El padre que enseñaba a mirar el sol
Desde que ella nació, él le enseñó el sol.
No los nombres de las cosas, ni la suma ni la resta, sino el sol. “Míralo bien”, le decía, “porque hay días en que se esconde y hay días en que calienta hasta los huesos”.
Le enseñó a leer con las sombras de los árboles, a escribir con la lluvia en los charcos. Le enseñó a esperar con paciencia infinita, como esperan los ríos cuando se secan y como esperan los pájaros cuando el invierno los echa del cielo.
Cocinaba para ella con manos de piedra gastada.
La arropaba con su propia voz, le contaba historias que habían nacido antes del tiempo. A veces, cuando la vida le pesaba demasiado en los hombros, la miraba dormir y se decía que eso bastaba, que nada más importaba.
Los años pasaron como pasan las hojas en otoño.
Sin hacer ruido, pero sin pedir permiso. La niña se hizo mujer y partió a vivir su vida. Él siguió esperándola en la casa donde el sol entraba por las mismas rendijas de siempre.
Pero un día, el cuerpo le falló. No de muerte, pero casi.
Y entonces, su hija, con su vida ordenada y su tiempo contado, le buscó un sitio donde lo cuidarían mejor. Un sitio limpio, con ventanas grandes y horarios fijos.
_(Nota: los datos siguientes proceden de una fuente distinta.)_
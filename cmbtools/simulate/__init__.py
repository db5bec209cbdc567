"""Simulations: Gaussian skies, instrument noise, the built-in fiducial spectrum, spectrum tables, Monte Carlo.

* :func:`gaussian_alm`, :func:`gaussian_sky` - Gaussian CMB skies with beam,
  pixel window (computed by cmbtools, no download), monopole and dipole
  (:class:`Dipole` or a Cartesian vector);
* :class:`NoiseModel`, :func:`noise_map`, :func:`white_noise_map`,
  :func:`noise_spectrum` - white, inhomogeneous (hits map) and correlated
  (1/f knee) noise;
* :func:`simulation_rng` - the random stream of simulation ``i`` of a seeded
  set, independent of the number of workers and of the order of the work;
* :func:`fiducial_cl` - the built-in fiducial temperature spectrum, computed
  from an astropy cosmology and :class:`~cmbtools.physics.CosmologyExtras`;
* :func:`read_spectrum_table`, :func:`write_spectrum_table` - plain-text
  spectrum tables;
* :func:`run_simulations`, :func:`validate_estimator`, ... - the Monte Carlo engine;
  :func:`validate_polarized_estimator` (:class:`PolarizedValidationResult`) checks
  the polarized estimator on I, Q, U skies.

The implementation lives in one module per job (``random_streams``, ``skies``,
``noise``, ``theory_spectrum``, ``engine``, ``run_directory``, ``validation``,
``validation_result``, ``polarized_validation``, ``polarized_validation_result``, ...); this package only re-exports their public names.

Examples
--------
>>> import numpy as np
>>> from cmbtools.simulate import gaussian_sky, simulation_rng
>>> cl = np.zeros(48); cl[2:] = 1e-10
>>> m = gaussian_sky(cl, 16, pixel_window=False, rng=simulation_rng(7, 0), nthreads=1)
>>> m.shape
(3072,)
"""

from cmbtools._core.spectrum_tables import read_polarized_spectrum_table, read_spectrum_table, write_spectrum_table
from cmbtools.simulate.engine import SimulationSet, run_simulations
from cmbtools.simulate.noise import NoiseModel, depth_to_white_noise, noise_map, noise_spectrum, white_noise_map
from cmbtools.simulate.polarized_theory import fiducial_spectra, lensing_bb_template
from cmbtools.simulate.random_streams import simulation_rng, simulation_rngs, simulation_seed_sequence
from cmbtools.simulate.polarized_skies import (
    SPECTRUM_NAMES,
    check_spectra,
    gaussian_iqu_alm,
    gaussian_iqu_sky,
    iqu_noise_map,
    polarized_noise_spectra,
)
from cmbtools.simulate.skies import Dipole, dipole_map, gaussian_alm, gaussian_sky
from cmbtools.simulate.theory_spectrum import FIDUCIAL_LMAX_LIMIT, fiducial_cl, fiducial_dl
from cmbtools.simulate.polarized_validation import validate_polarized_estimator
from cmbtools.simulate.polarized_validation_result import PolarizedValidationResult
from cmbtools.simulate.validation import validate_estimator, validate_pipeline
from cmbtools.simulate.validation_result import ValidationResult
from cmbtools.spectrum.transfer import transfer_from_pseudo_spectrum

__all__ = [
    # random streams
    "simulation_seed_sequence",
    "simulation_rng",
    "simulation_rngs",
    # skies
    "gaussian_alm",
    "gaussian_sky",
    "Dipole",
    "dipole_map",
    # polarized skies and noise
    "SPECTRUM_NAMES",
    "check_spectra",
    "gaussian_iqu_alm",
    "gaussian_iqu_sky",
    "iqu_noise_map",
    "polarized_noise_spectra",
    # noise
    "depth_to_white_noise",
    "NoiseModel",
    "noise_map",
    "white_noise_map",
    "noise_spectrum",
    # theory spectrum
    "fiducial_cl",
    "fiducial_dl",
    "FIDUCIAL_LMAX_LIMIT",
    "fiducial_spectra",
    "lensing_bb_template",
    # spectrum tables
    "read_spectrum_table",
    "write_spectrum_table",
    "read_polarized_spectrum_table",
    # Monte Carlo
    "SimulationSet",
    "run_simulations",
    "ValidationResult",
    "validate_estimator",
    "validate_pipeline",
    "PolarizedValidationResult",
    "validate_polarized_estimator",
    "transfer_from_pseudo_spectrum",
]
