@dataclass(frozen=True, eq=False)
class NoiseModel:
    """Instrument noise: white at a given depth, optionally inhomogeneous and with a 1/f knee.

    Parameters
    ----------
    depth_uk_arcmin : float
        Map depth in uK-arcmin (> 0).  With ``hits`` it is the root-mean-square
        pixel depth over the observed pixels.
    hits : array_like of shape (12*nside**2,), optional
        Relative observation time per pixel (RING).  The noise standard
        deviation scales as ``1/sqrt(hits)``; pixels with zero (or missing)
        hits are unobserved and :func:`noise_map` sets them to UNSEEN.
    ell_knee : float, optional
        Knee multipole of the correlated noise (needs ``alpha``).
    alpha : float, optional
        Slope of the correlated noise: ``N_l = N_white (1 + (ell_knee/l)^alpha)``.

    Attributes
    ----------
    white_noise : float
        N_white in K^2 (see :func:`depth_to_white_noise`).
    nside : int or None
        nside of the hits map, if any.
    """

    depth_uk_arcmin: float
    hits: np.ndarray | None = None
    ell_knee: float | None = None
    alpha: float | None = None

    def __post_init__(self):
        object.__setattr__(self, "depth_uk_arcmin", check_positive(self.depth_uk_arcmin, "depth_uk_arcmin"))
        depth_to_white_noise(self.depth_uk_arcmin)  # refuses a depth whose noise power overflows
        if self.hits is not None:
            h = as_map(self.hits, "hits").copy()
            h[missing_pixels(h)] = 0.0
            if np.any(h < 0):
                raise InvalidInputError(f"The 'hits' map has negative values (first at pixel {int(np.argmax(h < 0))}).")
            if not np.any(h > 0):
                raise InvalidInputError("The 'hits' map is zero everywhere: no pixel is observed.")
            h.setflags(write=False)
            object.__setattr__(self, "hits", h)
        if (self.ell_knee is None) != (self.alpha is None):
            raise InvalidInputError("The 'ell_knee' and 'alpha' parameters must be given together (or neither).")
        if self.ell_knee is not None:
            object.__setattr__(self, "ell_knee", check_positive(self.ell_knee, "ell_knee"))
            object.__setattr__(self, "alpha", check_positive(self.alpha, "alpha"))

    @property
    def white_noise(self) -> float:
        return depth_to_white_noise(self.depth_uk_arcmin)

    @property
    def nside(self) -> int | None:
        return None if self.hits is None else nside_from_npix(self.hits.size, "hits")

    @cached_property
    def relative_sigma(self) -> np.ndarray | None:
        """Per-pixel noise standard deviation relative to a uniform map of the same depth.

        ``sqrt((1/hits) / mean_observed(1/hits))``, 0 where unobserved; None without hits.
        """
        if self.hits is None:
            return None
        h = self.hits
        seen = h > 0
        inv = np.zeros_like(h)
        inv[seen] = 1.0 / h[seen]
        inv /= inv[seen].mean()
        r = np.sqrt(inv)
        r.setflags(write=False)
        return r

    def __repr__(self):
        hits = "None" if self.hits is None else f"<hits map, nside {self.nside}>"
        return (
            f"NoiseModel(depth_uk_arcmin={self.depth_uk_arcmin!r}, hits={hits}, "
            f"ell_knee={self.ell_knee!r}, alpha={self.alpha!r})"
        )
“Es lo mejor, papá”, le dijo, y él le creyó. O quiso creerle.
Las visitas fueron primero diarias, luego semanales, luego cuando podía.
Y cuando podía era casi nunca. Pero el padre seguía buscando el sol por las ventanas, aunque ya no pudiese enseñárselo a nadie.
Un día, en una de esas visitas, ella lo encontró sentado junto a la ventana, mirando el atardecer. “Papá, ¡cuánto tiempo!”, dijo, y quiso tomarle la mano.
Él se la dejó tomar, pero no respondió. Solo siguió mirando el sol. Y fue entonces cuando ella lo comprendió.
Había aprendido muchas cosas en su vida, pero había olvidado lo primero que él le enseñó: A ver la vida, a no abandonarla nunca, a estar siempre que la necesitase, o sea a mirar el sol.
Y esa fue la última lección que él le dio. La más silenciosa. La más triste.